During the half, CLW completed about AUD 700 million of debt refinancing initiatives. This included AUD 270 million of new five-year facilities established on the balance sheet with all-in margins 5–10 basis points lower than existing bank facilities, and AUD 430 million of refinanced secured debt within joint ventures, including a new AUD 375 million secured facility in the ALE joint venture that was previously unlevered. In Q&A, Kent said about AUD 340 million (CLW’s 50% share) was released back to the balance sheet from that ALE facility.
As of 31 December, balance sheet gearing was 29.8% (within the REIT’s 25%–35% target range), while look-through gearing was 41%. Anger said the balance sheet metric remained the primary target, while look-through gearing was provided because covenants are pegged to it; he later said the look-through covenant was 50 and management believed it had sufficient headroom.
CLW’s weighted average debt maturity was 3.4 years. Kent said the weighted average cost of debt at 31 December was 4.4% based on look-through debt drawn of AUD 2.5 billion, with look-through hedging of AUD 1.8 billion at an average fixed rate of 2.6%. The REIT completed AUD 1.1 billion of new hedges, resulting in forecast hedging coverage of 80% across the second half of FY26 and an average of 71% during FY27. In Q&A, Kent said swap execution costs were “minimal” and “immaterial” in the period.
Moody’s reaffirmed CLW’s Baa1 investment-grade credit rating in December 2025. Management also disclosed an interest coverage ratio of about 2.9 times as at 31 December.
Leasing, tenant discussions and portfolio themes
Anger said the REIT had minimal leases expiring in the near term and was in discussions with several tenants regarding renewals and extensions. He also highlighted that if tenants exercised all option periods on triple-net leases, portfolio WALE would extend to 30 years from today.

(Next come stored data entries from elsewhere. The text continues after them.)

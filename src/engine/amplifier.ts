import type { Amplifier } from './types';

/**
 * Input power an amplifier (all units of it) draws at a demand level:
 * P_in = d · P_rated · quantity / η, where d is the fraction of rated output (1 for a burp,
 * about 1/8 for sustained music).
 */
export function amplifierInputPowerW(amp: Pick<Amplifier, 'ratedPowerW' | 'efficiency' | 'quantity'>, demand: number): number {
	return (demand * amp.ratedPowerW * amp.quantity) / amp.efficiency;
}

/** Supply current at terminal voltage V for a constant-power draw: I = P_in / V (A). */
export function amplifierCurrentA(
	amp: Pick<Amplifier, 'ratedPowerW' | 'efficiency' | 'quantity'>,
	demand: number,
	voltageV: number,
): number {
	return amplifierInputPowerW(amp, demand) / voltageV;
}

/**
 * Output of an unregulated (fixed-ratio converter) amplifier at clipping: rails follow the supply,
 * so P(V) = P_rated · (V / V_rated)².
 */
export function unregulatedOutputW(ratedPowerW: number, ratedVoltageV: number, voltageV: number): number {
	return ratedPowerW * (voltageV / ratedVoltageV) ** 2;
}

/**
 * Output one unit can deliver at its terminal voltage: a regulated supply holds its rating; an
 * unregulated one follows V², capped at its rating (above the rated voltage the protection and
 * the rating, not the rails, are taken as the limit).
 */
export function availableOutputW(amp: Pick<Amplifier, 'ratedPowerW' | 'ratedVoltageV' | 'regulated'>, voltageV: number): number {
	if (amp.regulated) return amp.ratedPowerW;
	return Math.min(amp.ratedPowerW, unregulatedOutputW(amp.ratedPowerW, amp.ratedVoltageV, voltageV));
}

/** Level change for a power ratio: ΔL = 10·log10(P₂/P₁) dB. */
export function powerRatioDb(p2: number, p1: number): number {
	return 10 * Math.log10(p2 / p1);
}

/** Level change for a voltage ratio at fixed load (P ∝ V²): ΔL = 20·log10(V₂/V₁) dB. */
export function voltageRatioDb(v2: number, v1: number): number {
	return 20 * Math.log10(v2 / v1);
}

/** Output lost against the rating at a terminal voltage (dB, ≤ 0). */
export function outputLossDb(amp: Pick<Amplifier, 'ratedPowerW' | 'ratedVoltageV' | 'regulated'>, voltageV: number): number {
	return powerRatioDb(availableOutputW(amp, voltageV), amp.ratedPowerW);
}
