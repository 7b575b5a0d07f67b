import type { BatteryBank, Chemistry } from './types';

export interface ChemistryProps {
	label: string;
	/** Rested open-circuit voltage per cell against state of charge, ascending SOC. */
	ocvPerCell: ReadonlyArray<readonly [soc: number, volts: number]>;
	/** Charge targets per cell (V). */
	absorptionPerCell: number;
	floatPerCell: number;
	/** Highest charging voltage per cell before damage or gassing (V). */
	maxChargePerCell: number;
	/** Cell voltage treated as empty under load (V). */
	cutoffPerCell: number;
	peukertK: number;
	/** Charge acceptance at low state of charge (C-rate) and the SOC above which it tapers. */
	maxChargeC: number;
	taperFromSoc: number;
	nominalPerCell: number;
}

/**
 * Per-chemistry defaults.
 * - Flooded lead-acid rested OCV, 12 V battery: 100 % 12.6, 75 % 12.4, 50 % 12.2, 25 % 12.0,
 *   0 % 11.8 V (rule of thumb from a secondary source; common practice).
 * - AGM rests about 0.1–0.2 V higher (from memory): flooded + 0.2 V per battery.
 * - Lead-acid charging: absorption 2.40 V/cell, float 2.25 V/cell (battery-education references,
 *   secondary); upper limit 2.45 V/cell and cut-off 1.75 V/cell (10.5 V, the reserve-capacity end
 *   voltage) — common practice.
 * - LiFePO4: rested plateau ≈ 3.3 V/cell, full rested ≈ 3.40 V; charge 3.60 V, limit 3.65 V,
 *   float 3.375 V, cut-off 2.8 V (vendor data, secondary; the curve points are ours).
 * - Peukert exponents: flooded 1.25, AGM 1.1, LiFePO4 1.05 (within the ranges a secondary source
 *   gives). Charge acceptance limits are common practice, no published source.
 */
export const CHEMISTRY_PROPS: Record<Chemistry, ChemistryProps> = {
	flooded: {
		label: 'Flooded lead-acid',
		ocvPerCell: [
			[0, 11.8 / 6],
			[0.25, 12.0 / 6],
			[0.5, 12.2 / 6],
			[0.75, 12.4 / 6],
			[1, 12.6 / 6],
		],
		absorptionPerCell: 2.4,
		floatPerCell: 2.25,
		maxChargePerCell: 2.45,
		cutoffPerCell: 1.75,
		peukertK: 1.25,
		maxChargeC: 0.25,
		taperFromSoc: 0.8,
		nominalPerCell: 2.0,
	},
	agm: {
		label: 'AGM lead-acid',
		ocvPerCell: [
			[0, 12.0 / 6],
			[0.25, 12.2 / 6],
			[0.5, 12.4 / 6],
			[0.75, 12.6 / 6],
			[1, 12.8 / 6],
		],
		absorptionPerCell: 2.4,
		floatPerCell: 2.27,
		maxChargePerCell: 2.45,
		cutoffPerCell: 1.75,
		peukertK: 1.1,
		maxChargeC: 0.4,
		taperFromSoc: 0.8,
		nominalPerCell: 2.0,
	},
	lfp: {
		label: 'LiFePO4',
		ocvPerCell: [
			[0, 2.9],
			[0.1, 3.2],
			[0.2, 3.25],
			[0.5, 3.29],
			[0.8, 3.32],
			[0.9, 3.34],
			[1, 3.4],
		],
		absorptionPerCell: 3.6,
		floatPerCell: 3.375,
		maxChargePerCell: 3.65,
		cutoffPerCell: 2.8,
		peukertK: 1.05,
		maxChargeC: 1,
		taperFromSoc: 0.95,
		nominalPerCell: 3.2,
	},
};

const clamp = (x: number, lo: number, hi: number) => Math.min(hi, Math.max(lo, x));

/** Rested open-circuit voltage per cell at a state of charge (linear between table points). */
export function cellOcv(chemistry: Chemistry, stateOfCharge: number): number {
	const table = CHEMISTRY_PROPS[chemistry].ocvPerCell;
	const soc = clamp(stateOfCharge, 0, 1);
	for (let i = 1; i < table.length; i++) {
		const [s1, v1] = table[i]!;
		const [s0, v0] = table[i - 1]!;
		if (soc <= s1) return v0 + ((v1 - v0) * (soc - s0)) / (s1 - s0);
	}
	return table[table.length - 1]![1];
}

/** Inverse of cellOcv: the state of charge at which the rested cell voltage equals `volts`. */
export function socAtCellOcv(chemistry: Chemistry, volts: number): number {
	const table = CHEMISTRY_PROPS[chemistry].ocvPerCell;
	if (volts <= table[0]![1]) return 0;
	for (let i = 1; i < table.length; i++) {
		const [s1, v1] = table[i]!;
		const [s0, v0] = table[i - 1]!;
		if (volts <= v1) return s0 + ((s1 - s0) * (volts - v0)) / (v1 - v0);
	}
	return 1;
}

export const cellsInSeries = (bank: Pick<BatteryBank, 'cellsPerUnit' | 'unitsInSeries'>) =>
	bank.cellsPerUnit * bank.unitsInSeries;

/** Thevenin equivalent of a bank: V_oc = Ns·V_cell(SOC), R = Ns·R_unit/Np, C = Np·C_unit. */
export function bankThevenin(bank: BatteryBank, stateOfCharge = bank.stateOfCharge) {
	const ocvV = cellsInSeries(bank) * cellOcv(bank.chemistry, stateOfCharge);
	const resistanceOhm = (bank.unitsInSeries * bank.unitResistanceOhm) / bank.stringsInParallel;
	const capacityAh = bank.stringsInParallel * bank.unitCapacityAh;
	return { ocvV, resistanceOhm, capacityAh };
}

export function bankPeukertK(bank: BatteryBank): number {
	return bank.peukertK ?? CHEMISTRY_PROPS[bank.chemistry].peukertK;
}

/** Charge targets and limit for the whole bank (V). Per-unit overrides are scaled by units in series. */
export function bankChargeTargets(bank: BatteryBank) {
	const props = CHEMISTRY_PROPS[bank.chemistry];
	const cells = cellsInSeries(bank);
	return {
		absorptionV:
			bank.absorptionV !== null
				? bank.absorptionV * bank.unitsInSeries
				: props.absorptionPerCell * cells,
		floatV: bank.floatV !== null ? bank.floatV * bank.unitsInSeries : props.floatPerCell * cells,
		maxV: props.maxChargePerCell * cells,
	};
}

/**
 * Largest charging current the bank accepts at a state of charge (A): the chemistry's C-rate,
 * tapering linearly to 2 % of it as the bank approaches full, so a nearly full bank never shows
 * an impossible charging current.
 */
export function chargeAcceptanceA(bank: BatteryBank, stateOfCharge = bank.stateOfCharge): number {
	const props = CHEMISTRY_PROPS[bank.chemistry];
	const c = bank.maxChargeC ?? props.maxChargeC;
	const { capacityAh } = bankThevenin(bank, stateOfCharge);
	const taper = clamp((1 - stateOfCharge) / (1 - props.taperFromSoc), 0.02, 1);
	return c * capacityAh * taper;
}

/**
 * Peukert's law, I^k·t = const, referred to the rated capacity C at the rated time H:
 * t = H · (C / (I·H))^k hours to full discharge at a constant current I.
 */
export function peukertHours(
	capacityAh: number,
	ratedHours: number,
	currentA: number,
	k: number,
): number {
	if (currentA <= 0) return Number.POSITIVE_INFINITY;
	return ratedHours * (capacityAh / (currentA * ratedHours)) ** k;
}

/**
 * Peukert-effective current for coulomb counting: discharging at I removes charge as fast as
 * I_eff = I · (I / I_H)^(k−1), where I_H = C/H is the rated current. Equivalent to Peukert's law.
 */
export function peukertEffectiveCurrentA(
	capacityAh: number,
	ratedHours: number,
	currentA: number,
	k: number,
): number {
	if (currentA <= 0) return currentA;
	const ratedA = capacityAh / ratedHours;
	return currentA * (currentA / ratedA) ** (k - 1);
}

During Q&A, Anger provided an update on the Telstra Canberra asset, stating Telstra was vacating but that CLW had secured a six-month extension over part of the building. He said the tenant would start vacating part of the building in the next month or two, with the balance at the end of the year, and that the REIT was engaging both private and government tenant prospects.
On the ALE portfolio, Anger said the trust had previously indicated it was around 30% under-rented at the time of acquisition. He said management believed the under-rent had improved since acquisition but would not provide a current estimate because it would form part of the November 2028 market review negotiations with Endeavour Group. He added there was no active dialogue to bring forward negotiations, but the REIT was open to discussions if they arose.
Asked about buybacks in the context of the security price trading at a discount to NTA, Anger said there was no intention to conduct a buyback at this point, and emphasized execution against earnings and earnings growth as the path to closing the gap.
About Charter Hall Long WALE REIT (ASX:CLW)
Charter Hall Long WALE REIT is an Australian Real Estate Investment Trust (REIT) listed on the ASX and investing in high quality Australasian real estate assets that are predominantly leased to corporate and government tenants on long term leases. Charter Hall Long WALE REIT is managed by Charter Hall Group (ASX: CHC). Charter Hall is one of Australia's leading fully integrated property investment and funds management groups. We use our expertise to access, deploy, manage and invest equity to create value and generate superior returns for our investor customers.